Excerpt dealing with blood donation here:
There is a perception that THT is supporting a policy that is discriminatory.
They need to actually think why would we do that, since we come from the gay communities, being part of the gay community.
I myself have been a gay activist for over 30 years, and I didn't understand it till I sat down at length with people from the National Blood Service and really went into it very carefully and now I understand it.
I don't blame people who don't understand the ban and think it's all about prejudice, because 99 times out of a 100 when someone tells someone they can't do something because they are gay it's prejudice.
The ban around blood is a real problem, and it needs to be constantly checked.
Our view is that we support the blood service as long as they keep reviewing the evidence and we recently had a meeting with the NBS, two months ago, and they are currently going into another review.
They are looking at all the evidence and they are going to be sharing it with us.
They also finally understand they they haven't done enough with the gay community.
I would say to any gay organisation which has tried to engage with the blood service in the past and failed because the NBS hasn't wanted to engage with the community, I would say go back and re-engage.
If you want you can come and ask us at THT about who to talk to.
Get in touch with the blood service, get in touch with the right people at the top and persuade them that they need to explain themselves better.
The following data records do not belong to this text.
class TestSimulateMarkov:
    params = dict(rate_after_make=0.6, rate_after_miss=0.45)

    @pytest.mark.parametrize(
        "kwargs, match",
        [
            (dict(rate_after_make=1.5), r"`rate_after_make` must be in \[0, 1\] \(got 1.5\)"),
            (dict(rate_after_miss=-0.2), r"`rate_after_miss` must be in \[0, 1\] \(got -0.2\)"),
            (dict(first_rate=2), r"`first_rate` must be in \[0, 1\] \(got 2\)"),
            (dict(n_sequences=-3), r"`n_sequences` must be an integer >= 0 \(got -3\)"),
            (
                dict(rate_after_make=1.0, rate_after_miss=0.0),
                r"stationary make rate is undefined .* give `first_rate`",
            ),
        ],
    )
    def test_input_validation(self, kwargs, match):
        with pytest.raises(ValueError, match=match):
            simulate_markov(10, **(self.params | kwargs))

    def test_n_attempts_validation(self):
        with pytest.raises(ValueError, match=r"`n_attempts` must be an integer >= 0 \(got -1\)"):
            simulate_markov(-1, **self.params)

    def test_shapes_dtypes_and_probabilities(self):
        draw = simulate_markov(10, n_sequences=6, first_rate=0.25, rng=0, **self.params)
        assert isinstance(draw, MarkovDraw)
        assert draw.made.shape == draw.probability.shape == (6, 10)
        assert draw.made.dtype == bool and draw.probability.dtype == np.float64
        np.testing.assert_array_equal(draw.probability[:, 0], 0.25)
        np.testing.assert_array_equal(
            draw.probability[:, 1:], np.where(draw.made[:, :-1], 0.6, 0.45)
        )
        assert simulate_markov(0, n_sequences=3, rng=0, **self.params).made.shape == (3, 0)

    def test_reproducible(self):
        first = simulate_markov(25, n_sequences=40, rng=7, **self.params)
        again = simulate_markov(25, n_sequences=40, rng=7, **self.params)
        other = simulate_markov(25, n_sequences=40, rng=8, **self.params)
        np.testing.assert_array_equal(first.made, again.made)
        np.testing.assert_array_equal(first.probability, again.probability)
        assert not np.array_equal(first.made, other.made)

    def test_deterministic_chains(self):
        # made forever after a make, with the first attempt certain
        draw = simulate_markov(
            8, rate_after_make=1.0, rate_after_miss=0.0, first_rate=1.0, n_sequences=3, rng=0
        )
        assert draw.made.all()
        # outcomes alternate
        draw = simulate_markov(
            5, rate_after_make=0.0, rate_after_miss=1.0, first_rate=0.0, n_sequences=2, rng=0
        )
        np.testing.assert_array_equal(draw.made, np.tile([False, True, False, True, False], (2, 1)))

    def test_long_run_matches_closed_forms(self):
        n_sequences, n_attempts = 20_000, 20
        draw = simulate_markov(n_attempts, n_sequences=n_sequences, rng=99, **self.params)
        m = markov_moments(**self.params)
        rate, rate_se = _per_sequence_mean_and_se(draw.made)
        assert abs(rate - m.make_rate) < N_SE * rate_se
        difference, difference_se = _difference_by_batch(draw.made, n_batches=40)
        assert abs(difference - m.rate_difference) < N_SE * difference_se
        assert m.rate_difference > 10 * difference_se

    def test_first_rate_decay(self):
        # P(make at t) = mu + (first - mu) (p1 - p0)**t; at a fixed t the outcomes
        # of independent sequences are i.i.d. Bernoulli (binomial SE is exact).
        n = 40_000
        draw = simulate_markov(6, n_sequences=n, first_rate=0.1, rng=4, **self.params)
        mu = markov_moments(**self.params).make_rate
        for t in range(6):
            expected = mu + (0.1 - mu) * 0.15**t
            se = np.sqrt(expected * (1 - expected) / n)
            assert abs(draw.made[:, t].mean() - expected) < N_SE * se

    def test_joint_law_matches_enumeration(self):
        # pattern counts of independent sequences are Binomial(n, q): exact SE
        n = 200_000
        p1, p0 = MARKOV_CASES[4]
        draw = simulate_markov(4, rate_after_make=p1, rate_after_miss=p0, n_sequences=n, rng=6)
        _, exact = _enumerate_markov(p1, p0, 4)
        observed = _pattern_frequencies(draw.made) / n
        se = np.sqrt(exact * (1 - exact) / n)
        assert np.all(np.abs(observed - exact) < N_SE * se)

    def test_to_frame(self):
        frame = simulate_markov(4, n_sequences=3, rng=0, **self.params).to_frame()
        assert list(frame.columns) == ["sequence", "seq", "made", "probability"]
        assert len(frame) == 12


# ---------------------------------------------------------------------------
# simulate_bernoulli
# ---------------------------------------------------------------------------


class TestSimulateBernoulli:
    @pytest.mark.parametrize(
        "probability, match",
        [
            (1.5, r"`probability` must be in \[0, 1\] \(got 1.5\)"),
            ([0.2, -0.1], r"`probability` must be in \[0, 1\] \(got -0.1\)"),
            ([0.2, np.nan], r"`probability` must be in \[0, 1\] \(got nan\)"),
            ("high", r"`probability` must be numbers in \[0, 1\]"),
        ],
    )
    def test_input_validation(self, probability, match):
        with pytest.raises(ValueError, match=match):
            simulate_bernoulli(probability)

    def test_shapes_and_dtypes(self):
        p = np.full((4, 3, 5), 0.5)
        made = simulate_bernoulli(p, rng=0)
        assert made.shape == (4, 3, 5) and made.dtype == bool
        assert simulate_bernoulli(0.5, rng=0).shape == ()
        assert simulate_bernoulli([], rng=0).shape == (0,)

    def test_certain_outcomes(self):
        made = simulate_bernoulli(np.array([[0.0, 1.0] * 50] * 20), rng=1)
        assert not made[:, 0::2].any() and made[:, 1::2].all()

    def test_reproducible(self):
        p = np.linspace(0.1, 0.9, 200)
        np.testing.assert_array_equal(simulate_bernoulli(p, rng=5), simulate_bernoulli(p, rng=5))
        assert not np.array_equal(simulate_bernoulli(p, rng=5), simulate_bernoulli(p, rng=6))

    def test_rates_match_probabilities(self):
        # each column has its own probability; makes are independent, so the
        # binomial formula sqrt(p (1 - p) / n) is the exact SE of a column's mean
        n = 50_000
        p = np.array([0.05, 0.3, 0.5, 0.77, 0.99])
        made = simulate_bernoulli(np.broadcast_to(p, (n, p.size)), rng=12)
        se = np.sqrt(p * (1 - p) / n)
        assert np.all(np.abs(made.mean(axis=0) - p) < N_SE * se)


# ---------------------------------------------------------------------------
# make_probability
# ---------------------------------------------------------------------------


class TestMakeProbability:
    @pytest.mark.parametrize(
        "value, match",
        [
            ([0.0, np.nan], r"`linear_predictor` must not contain NaN"),
            ("steep", r"`linear_predictor` must be real numbers"),
        ],
    )
    def test_input_validation(self, value, match):
        with pytest.raises(ValueError, match=match):
            make_probability(value)

    def test_known_values(self):
        np.testing.assert_allclose(
            make_probability([0.0, np.log(3.0), -np.log(3.0), -np.inf, np.inf]),
            [0.5, 0.75, 0.25, 0.0, 1.0],
            rtol=1e-15, atol=1e-15,
        )
        assert isinstance(make_probability(0.0), float)

    def test_matches_logistic_formula(self):
        eta = np.random.default_rng(0).normal(0, 3, size=(7, 11))
        p = make_probability(eta)
        assert p.shape == (7, 11)
        np.testing.assert_allclose(p, 1 / (1 + np.exp(-eta)), rtol=1e-13)
        # extreme values do not overflow
        assert make_probability(-800.0) == 0.0 and make_probability(800.0) == 1.0


# ---------------------------------------------------------------------------
# simulate_session_lengths
# ---------------------------------------------------------------------------


class TestSimulateSessionLengths:
    @pytest.mark.parametrize(
        "kwargs, match",
        [
            (dict(mean=25), r"`mean` must be strictly between `low` = 10 and `high` = 22 \(got 25.0\)"),
            (dict(mean=10), r"`mean` must be strictly between"),
            (dict(mean="16"), r"`mean` must be a number \(got '16'\)"),
            (dict(low=0), r"`low` must be an integer >= 1 \(got 0\)"),
            (dict(high=8), r"`high` must be >= `low` = 10 \(got 8\)"),
            (dict(low=12, high=12), r"`mean` must equal `low` = `high` = 12"),
        ],
    )
    def test_input_validation(self, kwargs, match):
        arguments = dict(mean=16, low=10, high=22) | kwargs
        with pytest.raises(ValueError, match=match):
            simulate_session_lengths(100, **arguments)

    def test_n_sessions_validation(self):
        with pytest.raises(ValueError, match=r"`n_sessions` must be an integer >= 0 \(got -5\)"):
            simulate_session_lengths(-5, mean=16, low=10, high=22)

    def test_bounds_dtype_and_mean(self):
        n = 20_000
        lengths = simulate_session_lengths(n, mean=16, low=10, high=22, rng=8)
        assert lengths.shape == (n,) and lengths.dtype == np.int64
        assert lengths.min() >= 10 and lengths.max() <= 22
        # games are drawn independently: SE of the mean = sample sd / sqrt(n)
        se = lengths.std(ddof=1) / np.sqrt(n)
        assert abs(lengths.mean() - 16) < N_SE * se
        # both ends of the range occur (no piling up and no empty tail)
        assert (lengths == 10).any() and (lengths == 22).any()

    def test_asymmetric_mean(self):
        n = 20_000
        lengths = simulate_session_lengths(n, mean=6.5, low=5, high=30, rng=21)
        se = lengths.std(ddof=1) / np.sqrt(n)
        assert abs(lengths.mean() - 6.5) < N_SE * se

    def test_single_length_and_empty(self):
        np.testing.assert_array_equal(simulate_session_lengths(4, mean=12, low=12, high=12, rng=0), [12] * 4)
        assert simulate_session_lengths(0, mean=16, low=10, high=22, rng=0).shape == (0,)

    def test_reproducible(self):
        a = simulate_session_lengths(500, mean=16, low=10, high=22, rng=1)
        b = simulate_session_lengths(500, mean=16, low=10, high=22, rng=1)
        c = simulate_session_lengths(500, mean=16, low=10, high=22, rng=2)
        np.testing.assert_array_equal(a, b)
        assert not np.array_equal(a, c)

    @pytest.mark.parametrize("mean, low, high", [(16, 10, 22), (6.5, 5, 30), (29.9, 5, 30), (1.01, 1, 3)])
    def test_truncated_poisson_probabilities(self, mean, low, high):
        # exact: the probabilities have the requested mean, and consecutive ratios
        # k P(k) / P(k - 1) all equal the same lambda (the Poisson shape)
        support, pmf = _truncated_poisson_pmf(float(mean), low, high)
        np.testing.assert_array_equal(support, np.arange(low, high + 1))
        assert abs(pmf.sum() - 1) < 1e-12
        assert abs(pmf @ support - mean) < 1e-9
        lam = support[1:] * pmf[1:] / pmf[:-1]
        np.testing.assert_allclose(lam, lam[0], rtol=1e-9)


# ---------------------------------------------------------------------------
# hidden_state_moments
# ---------------------------------------------------------------------------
We now have a FAQ policy about blood donation which is on our website, which tries to explain in as simple terms as possible.
Now sometimes people don't like what we are saying, literally last week we had a phone call to our department here from a gay man who was very upset about the blood policy and said how dare the blood service refuse the blood of gay men.
We said you have to understand that gay men are disproportionately at risk of HIV and then he started shouting at us 'how dare you pick on gay men, how dare you say we are disproportionately at the risk of getting HIV.'
But the fact is that in this country gay men are massively at risk, and what the blood service does, which they have been scared to admit in the past, is they play the odds.
They look at how much blood they need and they look at how many risks they need to take to get the blood they need and what kinds of blood, and they don't take any more risks that that.
Though the risk is relatively low, that something could go wrong, there is risk there.
When we talk to people about this, they are surprised to find out that that no-one from England can give blood in the US, because there is a tiny risk from BSE.
And it wouldn't matter if you are a vegetarian, and for a vegetarian to give blood in the US is like the gay man being refused to give blood here in England.